Samples of the virus taken from 14 patients in Singapore, Hong Kong, Toronto, Beijing and China's Guangdong province showed few genetic changes indicating an ability to quickly elude drugs. The slow rate of change also indicates the virus probably won't mutate into a less harmful form, said Edison Liu of the Genome Institute of Singapore, who led the study.
``This finding may indeed be a double-edged sword,'' University of Ottawa biochemist Earl Brown wrote in an accompanying editorial.
Researchers are racing to understand how to track and treat severe acute respiratory syndrome, which the World Health Organization said has infected 7,053 people and killed 506. More than 90 percent of cases are in China and Hong Kong.
Hong Kong residents may stop wearing the facemasks that have become a symbol of the epidemic, David Heymann, the World Health Organization director for infectious disease, said, as cited by the South China Morning Port.

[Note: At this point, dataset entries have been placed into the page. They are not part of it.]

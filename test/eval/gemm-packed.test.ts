// The SIMD matrix product keeps the last constant A it packed in the kernel memory, so the next product with the
// same weight (the next probe of a lockstep side) skips packing. It must never reuse a packing that something
// else has overwritten: another weight, a non-constant operand, a depthwise convolution laid out in the same
// memory. The reference is the same product on a fresh copy of A, which is never constant and so always packed.
import { afterAll, describe, expect, it } from 'vitest';
import { gemm, gemmScalar, gemmSmall, rowMajor, simdOn } from '../../src/eval/gemm.js';
import { markConstant } from '../../src/eval/pool.js';
import { runModel } from '../../src/eval/run.js';
import { parseModel } from '../../src/onnx/read.js';
import { setThreads, stopThreads } from '../../src/eval/threads.js';
import { availableParallelism } from 'node:os';
import { GraphBuilder, modelBytes, randn, rng } from '../helpers/build.js';

afterAll(async () => { setThreads(Math.max(1, availableParallelism())); await stopThreads(); });

function product(M: number, N: number, K: number, A: Float64Array | Float32Array, B: Float64Array): string {
  const C = new Float64Array(M * N);
  gemm(M, N, K, rowMajor(A, 0, K), rowMajor(B, 0, N), C, 0, N, false);
  return Buffer.from(C.buffer).toString('base64');
}

describe('packed weights reused across products', () => {
  it('a seeded sequence of products over two constant weights, a plain operand and a depthwise conv gives the bits of a fresh packing', () => {
    expect(simdOn()).toBe(true);
    for (const threads of [1, 2]) {
      setThreads(threads);
      const r = rng(31 + threads);
      const M = 64, K = 300;
      const w1 = Float64Array.from(randn(r, M * K, 1)), w2 = Float64Array.from(randn(r, M * K, 1));
      // float32 weights in float64 products are copied in as stored and widened by the first product that uses them
      const w3 = Float32Array.from(randn(r, M * K, 1)), w4 = Float32Array.from(randn(r, M * K, 1));
      markConstant(w1); markConstant(w2); markConstant(w3); markConstant(w4);
      const plain = Float64Array.from(randn(r, M * K, 1)), plain32 = Float32Array.from(randn(r, M * K, 1));
      // a depthwise conv runs in the same kernel memory between products
      const g = new GraphBuilder();
      g.input('x', [1, 8, 9, 9]).output('y');
      g.node('Conv', ['x', g.init('dw', [8, 1, 3, 3], randn(r, 72, 0.3))], { group: 8, pads: [1, 1, 1, 1] }, { outputs: ['y'] });
      const dw = parseModel(modelBytes(g), '.');
      const x = Float64Array.from(randn(r, 8 * 81, 1));
      for (let step = 0; step < 24; step++) {
        const A = [w1, w1, w2, plain, w3, w3, w4, plain32][step % 4 === 2 ? (step % 8 === 2 ? 0 : 4) : Math.floor(r() * 8)]!; // right after the depthwise conv: w1 or w3
        const N = 1 + Math.floor(r() * 90) + (step % 3 === 0 ? 600 : 0); // some span two column panels
        const B = Float64Array.from(randn(r, K * N, 1));
        // first with whatever the step before left in the kernel memory, then against a fresh packing
        const got = product(M, N, K, A, B), again = product(M, N, K, A, B);
        const fresh = product(M, N, K, Float64Array.from(A), B);
        expect(got, `step ${step}`).toBe(fresh);
        expect(again, `step ${step}, again`).toBe(fresh);
        if (step % 4 === 1) { product(M, 5, K, w1, Float64Array.from(randn(r, K * 5, 1))); runModel(dw, new Map([['x', { type: 1, dims: [1, 8, 9, 9], data: x }]]), { precision: 'float64' }); }
      }
    }
  });
});

describe('small products without packing', () => {
  it('gemmSmall gives the bits of the blocked scalar product on seeded small shapes (k past one block, strides, accumulate, float32)', () => {
    const r = rng(77);
    for (let trial = 0; trial < 200; trial++) {
      const K = trial % 10 === 0 ? 257 + Math.floor(r() * 250) : 1 + Math.floor(r() * 40);
      const M = K > 256 ? 1 : 1 + Math.floor(r() * 6), N = K > 256 ? 1 : 1 + Math.floor(r() * 6);
      const transA = trial % 3 === 0, transB = trial % 4 === 1, acc = trial % 5 === 2, f32 = trial % 2 === 0;
      const A = Float64Array.from(randn(r, M * K, 1)), B = Float64Array.from(randn(r, K * N, 1));
      const start = randn(r, M * N, 1);
      const out = (f: typeof gemmSmall) => {
        const C = f32 ? Float32Array.from(start) : Float64Array.from(start);
        f(M, N, K, rowMajor(A, 0, transA ? M : K, transA), rowMajor(B, 0, transB ? K : N, transB), C, 0, N, acc);
        return Buffer.from(C.buffer).toString('base64');
      };
      expect(out(gemmSmall), `trial ${trial} M=${M} N=${N} K=${K}`).toBe(out(gemmScalar));
    }
  });
});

The city is the second-most affected place with 1,661 cases.
``It is time you can probably put down your mask,'' Heymann said, as cited by the newspaper. ``It is not necessary from an epidemiological point of view, although it may reassure people. SARS is not transmitted casually by walking down the street.''
The United Nations health agency told Hong Kong officials that it may lift a travel advisory against the city when the number of new cases reported each day falls to fewer than five. There were seven infections added yesterday, the fewest since Hong Kong began full reporting in March. The city has had 208 deaths.
Singapore, China
In Singapore, the world's third-most-affected place with 204 cases, the number of patients in hospital fell to 23, the fewest since March 18. The city hasn't reported any new cases for three days and the World Health Organization will stop listing it as an affected country if the gap continues to May 18.
The Singapore outbreak is linked to five ``super-spreaders,'' who probably infected at least 144 people, according to a study published by the U.S. Centers for Disease Control and Prevention.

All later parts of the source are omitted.